### Exercise directions
Nothing but the data itself, reproduced exactly, is the expected answer.

### Exercise material
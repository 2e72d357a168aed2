"""``Blocks``: a partition of levels used as a coding, so partition models work in formulas."""

from __future__ import annotations

from collections.abc import Mapping
from typing import Any, ClassVar

import numpy as np

from nestfit.design._coding import Coding
from nestfit.design._partition import Partition

__all__ = ["Blocks"]


class Blocks(Coding):
    """Levels in the same block share a coefficient: ``C(head, Blocks("H4 | ..."))``.

    Parameters
    ----------
    spec : str or mapping
        A partition spec (``"A | B C D"``, ``...`` for the remaining levels) or
        a mapping ``{block label: levels}``; see :class:`~nestfit.Partition`.

    Notes
    -----
    Without an intercept the coding matrix is the block indicator ``B``
    (``B[j, b] = 1`` when level ``j`` is in block ``b``), one column per
    block; with an intercept it is ``B`` without its first column, so the
    coefficients are differences from the first block's mean. The model
    claims that levels in a block have equal means; it is nested between
    equal means and separate means.
    """

    label: ClassVar[str] = "blocks"

    def __init__(self, spec: str | Mapping[str, Any]) -> None:
        self.spec = spec

    def __repr__(self) -> str:
        return f"Blocks({self.spec!r})"

    def partition(self, levels: tuple[str, ...]) -> Partition:
        """The partition this coding expresses over ``levels``."""
        if isinstance(self.spec, str):
            return Partition.parse(self.spec, levels)
        return Partition.from_mapping(self.spec, levels)

    def _full_rank(self, levels: tuple[str, ...]) -> tuple[np.ndarray, list[str]]:
        part = self.partition(levels)
        return np.eye(part.n_blocks)[part.block_of], list(part.block_labels)

    def _contrasts(self, levels: tuple[str, ...]) -> tuple[np.ndarray, list[str]]:
        full, labels = self._full_rank(levels)
        return full[:, 1:], labels[1:]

### Written solution
repository 2e72d357a168aed2
"""``Blocks``: a partition of levels used as a coding, so partition models work in formulas."""

from __future__ import annotations

from collections.abc import Mapping
from typing import Any, ClassVar

import numpy as np

from nestfit.design._coding import Coding
from nestfit.design._partition import Partition

__all__ = ["Blocks"]


class Blocks(Coding):
    """Levels in the same block share a coefficient: ``C(head, Blocks("H4 | ..."))``.

    Parameters
    ----------
    spec : str or mapping
        A partition spec (``"A | B C D"``, ``...`` for the remaining levels) or
        a mapping ``{block label: levels}``; see :class:`~nestfit.Partition`.

    Notes
    -----
    Without an intercept the coding matrix is the block indicator ``B``
    (``B[j, b] = 1`` when level ``j`` is in block ``b``), one column per
    block; with an intercept it is ``B`` without its first column, so the
    coefficients are differences from the first block's mean. The model
    claims that levels in a block have equal means; it is nested between
    equal means and separate means.
    """

    label: ClassVar[str] = "blocks"

    def __init__(self, spec: str | Mapping[str, Any]) -> None:
        self.spec = spec

    def __repr__(self) -> str:
        return f"Blocks({self.spec!r})"

    def partition(self, levels: tuple[str, ...]) -> Partition:
        """The partition this coding expresses over ``levels``."""
        if isinstance(self.spec, str):
            return Partition.parse(self.spec, levels)
        return Partition.from_mapping(self.spec, levels)

    def _full_rank(self, levels: tuple[str, ...]) -> tuple[np.ndarray, list[str]]:
        part = self.partition(levels)
        return np.eye(part.n_blocks)[part.block_of], list(part.block_labels)

    def _contrasts(self, levels: tuple[str, ...]) -> tuple[np.ndarray, list[str]]:
        full, labels = self._full_rank(levels)
        return full[:, 1:], labels[1:]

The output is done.